> **Activity**
Stop after the line that contains "from .serialize import finding_to_dict"; until then, restate each line of the entries word for word from the very first.

== Data

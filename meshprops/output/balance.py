"""Output of ``meshprops balance``: one serializer (result -> plain dict) feeding the JSON
document and the terminal table, so they can never disagree.

SI throughout (keys without a unit suffix), plus the figures the balancing trade reads:
``_g_mm`` (g·mm), ``_g_mm2`` (g·mm²), ``_g`` (grams), ``_deg`` (degrees), ``_rpm``.
"""

from __future__ import annotations

import math
from typing import TYPE_CHECKING

import numpy as np

from ..physics.balance import (
    BALANCE_GRADES,
    EQUAL_MOMENT_RTOL,
    G_MM_PER_KG_M,
    GRADE_TABLE_FROM_MEMORY,
    GRADE_TABLE_SOURCE,
    NEAR_EQUAL_RTOL,
    PLANE_SHARE_BOUNDS,
    BalanceResult,
    RotatingVector,
)
from ..units import SI_UNITS
from ..version import __version__
from .serialize import finding_to_dict

if TYPE_CHECKING:
    from ..measure.rotor import RotorMeasurement

BALANCE_SCHEMA_NAME = "meshprops.balance"
BALANCE_SCHEMA_VERSION = 1

BALANCE_CONVENTIONS = {
    "frame": "vectors and tensors in the axes of the input; lengths converted to metres at load",
    "inertia_tensor": "I_ij = integral of (r^2 delta_ij - x_i x_j) dm about the centre of mass; off-diagonal "
    "entries are the NEGATIVES of the products of inertia",
    "shaft_axes": "a = unit shaft direction; u = angle_reference (perpendicular to a; by default the input axis "
    "with the smallest component along a, x before y before z on a tie, projected and normalized); v = a x u",
    "angles": "in the plane perpendicular to the shaft, from u towards v (right-handed about a: counter-clockwise "
    "with a pointing at the viewer), 0 to 360 deg, at the orientation the part is modelled in; null where the "
    "vector is numerically zero",
    "rotation": "the rotor spins right-handed about a: angular velocity = (2 pi rpm / 60) a",
    "axial_positions": "signed distance along a from the axis point, in metres",
    "static_unbalance": "mass x radial offset of the centre of mass from the shaft axis (kg*m; g*mm)",
    "couple_unbalance": "products of inertia P_ua, P_va = integral of x_a (x_u, x_v) dm about the centre of mass, "
    "in shaft axes (kg*m^2; g*mm^2); its angle is that of the unbalance on the +a side of the couple",
    "correction": "plane unbalances U1 + U2 = static unbalance and z1 U1 + z2 U2 = first axial moment about the "
    "axis point; correction mass = |U| / radius, ADDED at correction_angle_deg (opposite the unbalance), or "
    "removed at angle_deg",
    "grade": "ISO 21940-11 (formerly ISO 1940-1): U_per = G m / omega, i.e. 9549 G m / n g*mm with G in mm/s, m in "
    "kg, n in rpm",
    "allocation": "U_per split between the correction planes by the lever rule about the centre of mass, each share "
    f"kept within {PLANE_SHARE_BOUNDS[0]:.0%}..{PLANE_SHARE_BOUNDS[1]:.0%} (simplified, from memory); the standard "
    "has other rules for overhung and narrow rotors",
    "bearing_forces": "rotating forces the rotor exerts on each bearing at speed (N), turning with the shaft; gravity "
    "and external loads not included",
    "gyroscopic_moment": "omega_p b x (I_cm omega a), applied to the rotor by its mounts; exact for a rotor symmetric "
    "about the shaft precessing about an axis perpendicular to it",
    "free_spin": "a free body spun about each principal axis: largest and smallest moments stable, intermediate "
    "unstable (rigid body; with energy dissipation only the largest is stable); rates from Euler's equations "
    f"linearized about the spin; gaps below {NEAR_EQUAL_RTOL:.0%} of the largest moment flagged near-equal",
}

====

> **Written answer**
filename meshprops/output/balance.py
"""Output of ``meshprops balance``: one serializer (result -> plain dict) feeding the JSON
document and the terminal table, so they can never disagree.

SI throughout (keys without a unit suffix), plus the figures the balancing trade reads:
``_g_mm`` (g·mm), ``_g_mm2`` (g·mm²), ``_g`` (grams), ``_deg`` (degrees), ``_rpm``.
"""

from __future__ import annotations

import math
from typing import TYPE_CHECKING

import numpy as np

from ..physics.balance import (
    BALANCE_GRADES,
    EQUAL_MOMENT_RTOL,
    G_MM_PER_KG_M,
    GRADE_TABLE_FROM_MEMORY,
    GRADE_TABLE_SOURCE,
    NEAR_EQUAL_RTOL,
    PLANE_SHARE_BOUNDS,
    BalanceResult,
    RotatingVector,
)
from ..units import SI_UNITS
from ..version import __version__
from .serialize import finding_to_dict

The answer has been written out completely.